Nieprofesjonalna interwencja policjantów z Mysłowic miała miejsce 21 listopada, w szpitalu w Katowicach.
Powodem przyjazdu policji do szpitala stał się kierowca, który stracił panowanie nad samochodem i uderzył w betonową barierkę. Przed przyjazdem do placówki medycznej stwierdził, że miał kontakt z osobą zakażoną COVID-19. Dlatego też 34-latek trafił po przyjeździe do izolatki.
Karetce towarzyszyła policja, której późniejsza interwencja była daleka od profesjonalizmu.
Niestosowne zachowanie policji
Mundurowi przyszli na izbę przyjęć i poprosili o kontakt z lekarzem dyżurnym.
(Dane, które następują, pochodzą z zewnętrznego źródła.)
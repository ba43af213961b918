import { describe, expect, it } from 'vitest';
import { formatDate, formatMoney, moneyForInput, todayIso } from './format';

describe('formatMoney', () => {
  it('shows the currency, thousands separators, pence and the VAT basis', () => {
    expect(formatMoney('1234.5', 'GBP', { vat: 'incl' })).toBe('£1,234.50 incl. VAT');
    expect(formatMoney('62.00', 'GBP', { vat: 'excl' })).toBe('£62.00 excl. VAT');
  });

  it('keeps every digit of a large amount that a float would round', () => {
    expect(formatMoney('90071992547409.93')).toBe('£90,071,992,547,409.93');
  });

  it('shows a negative amount with a minus sign and leaves malformed input as it came', () => {
    expect(formatMoney('-5')).toBe('−£5.00');
    expect(formatMoney('about ten')).toBe('about ten');
  });
});

describe('dates', () => {
  it('reads a calendar date without shifting it across a time zone', () => {
    expect(formatDate('2026-12-01')).toBe('1 Dec 2026');
    expect(formatDate(null)).toBe('—');
  });

  it('writes today as an ISO calendar date', () => {
    expect(todayIso(new Date(2026, 0, 5))).toBe('2026-01-05');
  });
});

describe('moneyForInput', () => {
  it('shows a stored four-decimal amount with two decimals unless more are meaningful', () => {
    expect(moneyForInput('11.4000')).toBe('11.40');
    expect(moneyForInput('0.1250')).toBe('0.125');
    expect(moneyForInput('12')).toBe('12.00');
    expect(moneyForInput('3.1416')).toBe('3.1416');
  });
});
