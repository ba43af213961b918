import { readFileSync } from 'node:fs';
import { resolve } from 'node:path';
import { describe, expect, it } from 'vitest';
import { contrastRatio } from '@/lib/contrast';

// WCAG 2.2 SC 1.4.3 (Contrast, Minimum), level AA: 4.5:1 for normal-size text.
const AA_NORMAL_TEXT = 4.5;

function themeColours(): Record<string, string> {
  // The CSS is read as text: the test checks the real theme file, not a copy of its values.
  const css = readFileSync(resolve(__dirname, '../index.css'), 'utf8');
  const out: Record<string, string> = {};
  for (const m of css.matchAll(/--color-([a-z-]+):\s*(#[0-9a-fA-F]{3,6})\s*;/g)) out[m[1]!] = m[2]!;
  return out;
}

/** Every text colour / background colour pair the components use (see the class names in src/). */
const PAIRS: [text: string, background: string, where: string][] = [
  ['slate', 'cloth', 'body text on the page'],
  ['slate', 'cloth-raised', 'text in cards, inputs, secondary buttons'],
  ['slate', 'cloth-sunk', 'booked-in badge, hover rows, invitation summary'],
  ['slate-soft', 'cloth', 'hints and secondary text on the page'],
  ['slate-soft', 'cloth-raised', 'hints and table headers in cards'],
  ['slate-soft', 'cloth-sunk', 'labels in the invitation summary'],
  ['harbour-deep', 'cloth', 'links on the page'],
  ['harbour-deep', 'cloth-raised', 'links in cards'],
  ['harbour-deep', 'cloth-sunk', 'quiet button on hover'],
  ['on-harbour', 'harbour', 'primary button, active navigation, ready-for-release badge'],
  ['on-harbour', 'harbour-deep', 'primary button on hover'],
  ['harbour-deep', 'harbour-tint', 'inspecting and in-work badges'],
  ['slate', 'harbour-tint', 'information notices'],
  ['dusk', 'dusk-tint', 'awaiting-owner badge'],
  ['slate-deep', 'cloth-raised', 'invoiced and paid badges'],
  ['on-harbour', 'slate-deep', 'closed badge'],
  ['ember', 'cloth', 'airworthiness signal on the page'],
  ['ember', 'ember-tint', 'airworthiness badge and release guard'],
  ['slate', 'ember-tint', 'release guard text'],
  ['fault', 'cloth-raised', 'field error messages'],
  ['fault', 'cloth', 'error messages on the page'],
  ['slate', 'fault-tint', 'problem notices'],
  ['fault', 'fault-tint', 'problem notice icon'],
];

describe('theme contrast (WCAG 2.2 AA)', () => {
  const colours = themeColours();

  it('reads the palette from the theme', () => {
    expect(Object.keys(colours).length).toBeGreaterThanOrEqual(15);
  });

  it.each(PAIRS)('%s on %s (%s) is at least 4.5:1', (text, bg) => {
    const fg = colours[text];
    const back = colours[bg];
    expect(fg, `--color-${text}`).toBeDefined();
    expect(back, `--color-${bg}`).toBeDefined();
    expect(contrastRatio(fg!, back!)).toBeGreaterThanOrEqual(AA_NORMAL_TEXT);
  });
});

describe('contrastRatio', () => {
  it('gives 21:1 for black on white and 1:1 for a colour on itself', () => {
    expect(contrastRatio('#000000', '#ffffff')).toBeCloseTo(21, 5);
    expect(contrastRatio('#0b5e63', '#0b5e63')).toBe(1);
  });

  it('matches a known mid-grey value (#777 on white ≈ 4.48, just under AA)', () => {
    expect(contrastRatio('#777777', '#ffffff')).toBeCloseTo(4.48, 2);
  });
});
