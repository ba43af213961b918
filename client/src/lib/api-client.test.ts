import { afterEach, beforeEach, describe, expect, it, vi } from 'vitest';
import { ApiError, api, readCookie, setUnauthorizedHandler } from './api-client';

function jsonResponse(status: number, body: unknown): Response {
  return new Response(body === undefined ? null : JSON.stringify(body), { status, headers: { 'Content-Type': 'application/json' } });
}

describe('api client', () => {
  const fetchMock = vi.fn<typeof fetch>();

  beforeEach(() => {
    vi.stubGlobal('fetch', fetchMock);
    document.cookie = 'ws_csrf=tok-123';
  });
  afterEach(() => {
    vi.unstubAllGlobals();
    fetchMock.mockReset();
    setUnauthorizedHandler(null);
    document.cookie = 'ws_csrf=; expires=Thu, 01 Jan 1970 00:00:00 GMT';
  });

  it('sends the CSRF cookie back as X-CSRF-Token on a write, with credentials', async () => {
    fetchMock.mockResolvedValueOnce(jsonResponse(201, { id: 'c1' }));
    await expect(api.post('/customers', { name: 'A' })).resolves.toEqual({ id: 'c1' });
    const [url, init] = fetchMock.mock.calls[0]!;
    expect(url).toBe('/api/customers');
    expect(init?.method).toBe('POST');
    expect(init?.credentials).toBe('include');
    expect((init?.headers as Record<string, string>)['X-CSRF-Token']).toBe('tok-123');
    expect(init?.body).toBe('{"name":"A"}');
  });

  it('sends no CSRF header on a read and builds the list query', async () => {
    fetchMock.mockResolvedValueOnce(jsonResponse(200, { items: [], total: 0, page: 1, pageSize: 20 }));
    await api.get('/jobs', { q: 'brka', state: 'in_work', page: 2, sort: undefined });
    const [url, init] = fetchMock.mock.calls[0]!;
    expect(url).toBe('/api/jobs?q=brka&state=in_work&page=2');
    expect((init?.headers as Record<string, string>)['X-CSRF-Token']).toBeUndefined();
  });

  it('turns the shared error shape into an ApiError with code, message, fields and status', async () => {
    fetchMock.mockResolvedValueOnce(
      jsonResponse(400, { error: { code: 'validation_failed', message: 'Check the form.', fields: { email: 'Enter a valid e-mail address.' }, requestId: 'r1' } }),
    );
    const err = await api.post('/customers', {}).catch((e: unknown) => e);
    expect(err).toBeInstanceOf(ApiError);
    expect(err).toMatchObject({ code: 'validation_failed', status: 400, message: 'Check the form.', fields: { email: 'Enter a valid e-mail address.' }, requestId: 'r1' });
  });

  it('gives a plain message when the server answers with something other than the error shape', async () => {
    fetchMock.mockResolvedValueOnce(new Response('<html>Bad gateway</html>', { status: 502 }));
    const err = (await api.get('/jobs').catch((e: unknown) => e)) as ApiError;
    expect(err.code).toBe('internal');
    expect(err.status).toBe(502);
    expect(err.message).toMatch(/could not finish/);
  });

  it('calls the sign-in handler on a 401 from a protected call', async () => {
    const onUnauthorized = vi.fn();
    setUnauthorizedHandler(onUnauthorized);
    fetchMock.mockResolvedValueOnce(jsonResponse(401, { error: { code: 'unauthenticated', message: 'Please sign in.' } }));
    await expect(api.get('/jobs')).rejects.toMatchObject({ status: 401, code: 'unauthenticated' });
    expect(onUnauthorized).toHaveBeenCalledOnce();
  });

  it('maps a network failure to a readable error', async () => {
    fetchMock.mockRejectedValueOnce(new TypeError('Failed to fetch'));
    await expect(api.get('/jobs')).rejects.toMatchObject({ code: 'network', status: 0 });
  });

  it('reads one cookie out of several', () => {
    expect(readCookie('ws_csrf', 'a=1; ws_csrf=x%3Dy; b=2')).toBe('x=y');
    expect(readCookie('missing', 'a=1')).toBeNull();
  });
});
Zażądali, by ten pobrał i zbadał krew 34-latka pod kątem alkoholu. Lekarz odmówił, tłumacząc, że najpierw musi przebadać pacjenta.
Po tych słowach, policjanci weszli do izolatki i osobiście zażądali pobrania krwi. Istnieje jednak wersja, która mówi, że to lekarz wszczął awanturę.
Nasi ludzie uprzedzili go, że popełnia wykroczenie, utrudnia czynności i zostanie przewieziony do komisariatu w celu zweryfikowania tożsamości. – mówi starszy sierżant Damian Sokołowski w rozmowie z „Wyborczą”
Pracownicy szpitala mówią jednak, że to mundurowi nie podali swoich danych ani legitymacji. Policja z Mysłowic szarpała lekarza i próbowała go obezwładnić, a potem wyprowadzić do radiowozu.
Dyżur wtedy pełnił młody lekarz, który nie był agresywny, tylko zszokowany tą akcją. Policjanci podczas szamotaniny zerwali mu z ręki zegarek. – opowiada jeden z pracowników szpitala w rozmowie z „Gazetą Wyborczą”
W związku z tym, że policjanci nie przestrzegali odpowiednio procedur wymaganych w szpitalu w czasie pandemii, izba przyjęć została zamknięta na kilka godzin. W placówce musiała nastąpić pełna dezynfekcja.